Is it Time You Change Your Bad Financial Habits?

It’s time for some entrepreneurs to admit that they keep too much information in their heads; time to end the excuses about not being good with numbers; and time to acknowledge that while you do have good financial records, you never look at them, because you think they exist only to simplify tax reporting.

If this is you, well, it’s time to change your practices.

Solid accounting information gives you tangible verification of the direction your business is going. To obtain this, it’s all about great bookkeeping practices.

Just try tweaking your budget; measuring the impact of growth on your cash flow; preparing for seasonal downturns; and planning for infrequent payments without relying upon superior bookkeeping. Executing these without supporting financial data is like trying to explain baseball to someone from another planet.

Planning big projects

In planning for major expenditures, you need accurate bookkeeping records. Your financial statements give you enough information to anticipate a variety of extraordinary cash needs. For example, if rising sales necessitate new equipment and personnel, knowing where you stand is infinitely better than scrambling to react to situations as they arise.

Upgrades to computers and software are inevitable. Slow periods are the ideal time to complete upgrades. This calls for retaining profits from more prosperous times; recurring fluctuations in revenue will be easier to withstand if you can predict them, and accounting data tells you which phase you’re experiencing. Forecast these events in advance, create a reserve for the necessary funds, and plan for the effect of borrowing.

Collecting income

Bookkeeping systems are not infallible. They require oversight, which is ultimately the business owner’s responsibility. Start by making sure that all deposits are correctly recorded. Each deposit could comprise a combination of revenue, cash infusions from personal funds, loans from financial institutions, or reimbursements. Your bookkeeper needs your guidance to ensure they are correctly recorded.

Just because you have accounting software doesn’t guarantee accuracy. Ensure the correct dates are recorded for invoices generated by the program. Apply all payments to the invoices. Avoid assigning deposits to a catchall income account; it doesn’t allow tracking of outstanding customer balances. Develop a process for issuing second invoices, making phone calls, charging late fees, and collecting on a timely basis.

Managing cash outflow

Careful scrutiny of financial statements ensures you are setting aside enough money for all your liabilities. Maintain a close watch on what you owe, including your tax obligations. Know when payments are due. Study your cash availability. You often can work out an extended payment plan with key suppliers, but you must act well before due dates arise.

Paying the IRS late always results in penalties and interest assessments. Tax payments should be a top priority. Payroll taxes are the most crucial, because these are essentially amounts that belong to your employees, but you also need to anticipate your own income tax consequences.

Wise business operators with long histories of success have learned the importance of staying on top of their financials. Will you?

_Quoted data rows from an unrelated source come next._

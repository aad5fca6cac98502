namespace OutputForge.Stats.Stratified;

/// <summary>
/// The three generalized Cochran-Mantel-Haenszel statistics of an I x J x K table: nonzero
/// correlation (df 1), row mean scores differ (df I - 1) and general association (df (I - 1)(J - 1)).
/// The strata skipped (fewer than two subjects) are in each statistic's <see cref="TestResult.StratumRemarks"/>.
/// </summary>
public sealed record GeneralizedCmhResult(TestResult NonzeroCorrelation, TestResult RowMeanScores, TestResult GeneralAssociation);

Three Numbers that Lead to a Successful Financial Dialog

As most successful entrepreneurs know, you don’t just visit your accountant at tax time. You should meet with him or her annually just to discuss the direction of your business.

Accountants have clients in various industries at different stages of growth. The dialog with your accountant will help you compare your results with other enterprises of your size or in your field.

However, to ensure the dialog is useful, there are three crucial numbers that you need to know:

Revenue: Many entrepreneurs fall into the trap of stating how much money they made by referring only to top-line revenue. That amount is what you have been paid or promised. Revenue is a key figure, because it must grow if you want greater profit; however, it must be used advisedly.

Profit: A more substantial value of what you actually made is profit. That bottom line figure gives your accountant plenty of information – particularly when he or she compares it to your revenue. The gap between revenue and profit reveals expenses that confront you, even if sales decline.

You can learn how your profit margin compares to other businesses, but you also can see the factors that contribute to your profits. Your ultimate goal is to discover what projects or products generate the most profit.

Cash flow: Lastly, you must understand your cash flow and how it’s trending. Healthy cash flow is the primary focus of a sound business. Ask your accountant to help calculate cash flow and judge how it’s impacted by potential changes.